First there are two types of printing technologies for labels: direct thermal and thermal transfer. Direct thermal is the simplest. There is no ribbon and the image is heat etched on the label. Direct thermal media is more sensitive to light, heat and abrasion, which reduces the life of the printed material. Thermal transfer printing uses a heated ribbon to produce durable, long-lasting images on a wide variety of materials. The direct thermal should work well for ROP. Labels are generally not needed for more than 30 days.

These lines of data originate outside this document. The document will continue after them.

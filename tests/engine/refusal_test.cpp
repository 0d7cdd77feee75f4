// refusal.h: why something cannot be done.
#include "refusal.h"

#include <gtest/gtest.h>

#include <set>

namespace rankstead {
namespace {

TEST(StatusText, has_its_own_sentence_for_every_status) {
    std::set<std::string_view> sentences;
    const std::vector<std::int32_t> pinned{0, 1, 10, 11, 12, 13, 14, 15, 16, 17, 30, 31, 32, 33, 50, 70, 71};
    for (const std::int32_t status : pinned) {
        sentences.insert(status_text(status));
        EXPECT_NE(status_text(status), status_text(-1)) << status;
        EXPECT_TRUE(status_text(status).ends_with('.')) << status;
    }
    EXPECT_EQ(sentences.size(), pinned.size());
}

TEST(StatusText, says_so_for_a_number_that_is_no_status) {
    EXPECT_EQ(status_text(999), "There is no such status number.");
    EXPECT_EQ(status_text(-5), "There is no such status number.");
}

TEST(Place, names_the_row_of_a_column) {
    EXPECT_EQ(in_words(Place{"after", 7, 1, 1}), "after, row 7");
}

TEST(Place, names_the_column_too_in_a_block) {
    EXPECT_EQ(in_words(Place{"after", 7, 2, 3}), "after, row 7, column 2");
}

TEST(Refusal, puts_the_place_before_the_reason) {
    const Refusal refusal(Status::bad_data, "this is infinite.", {"values", 2, 1, 1});
    EXPECT_EQ(refusal.message(), "values, row 2: this is infinite.");
    EXPECT_EQ(refusal.reason(), "this is infinite.");
    EXPECT_STREQ(refusal.what(), refusal.message().c_str());
}

TEST(Refusal, without_a_place_is_its_reason) {
    const Refusal refusal(Status::no_data, "nothing is there.");
    EXPECT_EQ(refusal.message(), "nothing is there.");
    EXPECT_FALSE(refusal.place());
    EXPECT_EQ(refusal.status(), Status::no_data);
}

} // namespace
} // namespace rankstead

The printer that’s been tested is a Zebra brand. Others may be equally suited. They simply were not tested. The Zebra model ZD 500 has several features that make it suitable for ROP at retail and food service. Read the technical specifications here. The cost is approximately 575 dollars. It does have both direct thermal and ribbon thermal. This model would work best to integrate with many electronic HACCP systems in current use. Cheaper models could suffice, but will have less functionality.
Labels require the ability to withstand cooking temperatures followed by cooling and refrigeration (or freezing) temperatures. They must also withstand water submersion. This latter requirement requires a polypro (plastic) versus paper label. The Zebra label Polypro 4000 D has worked well in the test lab. It has an all temperature adhesive that sticks well during cooking, cooling, and refrigeration. We’ve not tested the labels under rough handling such as in tumble or jet chillers. Unfortunately there are only a few sizes available. The good news is that purchased in bulk each label might be less than 1-3 cents. Fortunately, because labels are consumables, many vendors will send you samples to work with. That way you can ensure they work before you buy them.